Rapport The key to communicate effectively and therapeutically with a troubled child is to move closer to the child both in physical space as well as in emotion. We can accomplish this by adopting an overall physical and mental state that is similar to the childs physical and mental state; in other words, we establish rapport with the child. People in rapport tend to mirror each other in posture and gesture. Like dance partners, two individuals in rapport respond and mirror each others movements and their body language is complementary (OConnor and Seymour, 2002). By matching the childs body language and gently imitating key gestures and behaviors, we can easily establish rapport; for example, a leaning forward or leaning back posture, matched breathing, crossing the arms, voice matching, the general style of movement, or hand movements. The greater the rapport we establish with the child, the greater our ability to elicit behavioral change from the child.

Child Guidance Techniques The child guidance techniques and procedures that follow aim at assisting children in selfexploration. Meier and Davis (1997) define self-exploration as the elaboration and deepening of self-awareness (identifying and recognizing emotions) and self-concept (perception of self) that happen when the child speaks about him or her. Self-exploration enhances childrens knowledge of themselves (self-knowledge), providing the information about what the child must do for behavioral change to take place, and it can be therapeutic by itself. The authors warn that we should not confuse advising children with giving information. Advice giving tells children which specific actions to perform and provides the solution. Information giving consists of facts, knowledge, and alternatives that students may find useful in their decision-making (Cormier and Cormier in Meier and Davis, 1997). Meier and Davis present the following example: Student: I am having trouble with my boyfriend. Teacher: Have you tried talking with him? (Advice giving) Teacher: Tell me about the trouble you are having. (Information giving) (p. 21) Kottler and Kottler (2000) divide child guidance into exploration and action. In the exploration phase, we use techniques such as:

Questioning Questions are the best way of getting information, and the more general the questions the better. Our questions should invite the child to tell us more and should promote talking about feelings and examine feelings; for example, How has all this made you feel? and How did you feel when that happened?

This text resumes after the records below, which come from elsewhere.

// SPDX-License-Identifier: GPL-3.0-or-later
#pragma once

#include "core/trend/judgement.h"

/// How far one reading of a trend stands from the place's own usual level: what marks and "high" or "low" go by.
namespace evenstroke {

/// All in the unit of the deviation.
struct UsualLevel
{
    double value = 0.0; ///< of the reading: `apart` of a cylinder, the deviation of the engine
    double low = 0.0, high = 0.0; ///< the usual range
    double middle() const { return 0.5 * (low + high); }
    double from_usual() const { return value - middle(); }
};

/// @param reading index in the judgement's readings
/// @return nothing where no usual level is known, or the reading belongs to another stretch than the trend's newest
std::optional<UsualLevel> usual_level(const Judgement& judgement, std::size_t reading, QuantityId quantity, Place place);

} // namespace evenstroke
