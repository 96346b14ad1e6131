// SPDX-License-Identifier: GPL-3.0-or-later
#include "core/trend/fleet_strips.h"

#include "core/catalogue_table.h"
#include "core/catalogue_text.h"

#include <algorithm>

namespace evenstroke {
namespace {

bool holds(const std::vector<std::string>& names, const std::string& name)
{
    return std::find(names.begin(), names.end(), name) != names.end();
}

bool holds_group(const FleetStripKind& strip, const Quantity& quantity)
{
    return holds(strip.groups, quantity.group) &&
           (strip.dimension.empty() || strip.dimension == dimension_text(unit(quantity.unit).dimension));
}

} // namespace

std::span<const FleetStripKind> all_fleet_strips()
{
    static const std::vector<FleetStripKind> catalogue = [] {
        const CatalogueTable table(catalogue_text::fleet_strips);
        std::vector<FleetStripKind> strips;
        for (std::size_t row = 0; row < table.rows(); ++row)
            strips.push_back({table.cell(row, "strip"), split_list(table.cell(row, "quantities")),
                              split_list(table.cell(row, "groups")), table.cell(row, "dimension")});
        return strips;
    }();
    return catalogue;
}

std::optional<std::size_t> find_fleet_strip(const Quantity& quantity)
{
    const auto strips = all_fleet_strips();
    for (std::size_t i = 0; i < strips.size(); ++i)
        if (holds(strips[i].quantities, quantity.name))
            return i;
    for (std::size_t i = 0; i < strips.size(); ++i)
        if (holds_group(strips[i], quantity))
            return i;
    return std::nullopt;
}

} // namespace evenstroke
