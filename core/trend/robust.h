// SPDX-License-Identifier: GPL-3.0-or-later
#pragma once

#include <algorithm>
#include <array>
#include <cmath>
#include <cstddef>
#include <limits>
#include <optional>
#include <span>
#include <utility>
#include <vector>

/// Medians, which one odd value in a short row cannot move.
namespace evenstroke::drift {

/// 1.4826 times the median of |x| estimates the sigma of a normal x (1 / 0.67449, its upper quartile).
inline constexpr double median_to_sigma = 1.4826;

/// Median of values in ascending order; the mean of the two middle ones for an even count. Not for an empty
/// span.
inline double median_of_sorted(std::span<const double> sorted)
{
    const std::size_t half = sorted.size() / 2;
    return sorted.size() % 2 != 0 ? sorted[half] : 0.5 * (sorted[half - 1] + sorted[half]);
}

namespace sorting_network {

/// Pairs that Batcher's odd-even merging compares for `size` values, a power of two (Knuth, The Art of Computer
/// Programming 3, 5.2.2, algorithm M). Always the same ones, so a processor has nothing to guess.
template <std::size_t size> constexpr auto pairs()
{
    constexpr std::size_t most = size * size;
    std::array<std::pair<std::size_t, std::size_t>, most> all{};
    std::size_t count = 0;
    for (std::size_t p = 1; p < size; p *= 2)
        for (std::size_t k = p; k >= 1; k /= 2)
            for (std::size_t j = k % p; j + k < size; j += 2 * k)
                for (std::size_t i = j; i < j + k && i + k < size; ++i)
                    if (i / (2 * p) == (i + k) / (2 * p))
                        all[count++] = {i, i + k};
    return std::pair(all, count);
}

template <std::size_t size, std::size_t... at> void run(double* values, std::index_sequence<at...>)
{
    constexpr auto steps = pairs<size>().first;
    const auto order = [values](std::size_t a, std::size_t b) {
        const double low = std::min(values[a], values[b]), high = std::max(values[a], values[b]);
        values[a] = low;
        values[b] = high;
    };
    (order(steps[at].first, steps[at].second), ...);
}

/// Sorts at most `size` values.
template <std::size_t size> void sort(std::span<double> values)
{
    std::array<double, size> padded;
    std::copy(values.begin(), values.end(), padded.begin());
    std::fill(padded.begin() + static_cast<std::ptrdiff_t>(values.size()), padded.end(), std::numeric_limits<double>::infinity());
    run<size>(padded.data(), std::make_index_sequence<pairs<size>().second>());
    std::copy_n(padded.begin(), values.size(), values.begin());
}

} // namespace sorting_network

/// Median; the mean of the two middle ones for an even count. Reorders what it is given. Not for an empty
/// span.
inline double median_in_place(std::span<double> values)
{
    constexpr std::size_t few = 16; // so few are sorted faster than selected from
    if (values.size() <= few) {
        if (values.size() <= 4)
            sorting_network::sort<4>(values);
        else if (values.size() <= 8)
            sorting_network::sort<8>(values);
        else
            sorting_network::sort<few>(values);
        return median_of_sorted(values);
    }
    const auto middle = values.begin() + static_cast<std::ptrdiff_t>(values.size() / 2);
    std::nth_element(values.begin(), middle, values.end());
    if (values.size() % 2 != 0)
        return *middle;
    return 0.5 * (*middle + *std::max_element(values.begin(), middle));
}

inline std::optional<double> median(std::vector<double> values)
{
    if (values.empty())
        return std::nullopt;
    return median_in_place(values);
}

/// Pulls `value` into the band of `reach` around `centre`.
inline double pull_in(double value, double centre, double reach)
{
    return centre + std::clamp(value - centre, -reach, reach);
}

} // namespace evenstroke::drift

Emphatic questioning goes to the source of what the student is feeling, e.g. What are you feeling at this moment? Open questions are more effective than closed questions. For example, How did you feel when that happened? (Open) invites the child to investigate her feelings, but Were you angry when she cursed? (Closed) labels the feeling for the child and the student can answer this last question with a simple yes or no. Questions should also help the student clarify her thinking; for example, What is it that you really miss about _____? and What do you mean by _____? Questions are useful in establishing the facts, for example, What happened? How did it happen? What further information we need to clarify the event? What feelings are associated with the event?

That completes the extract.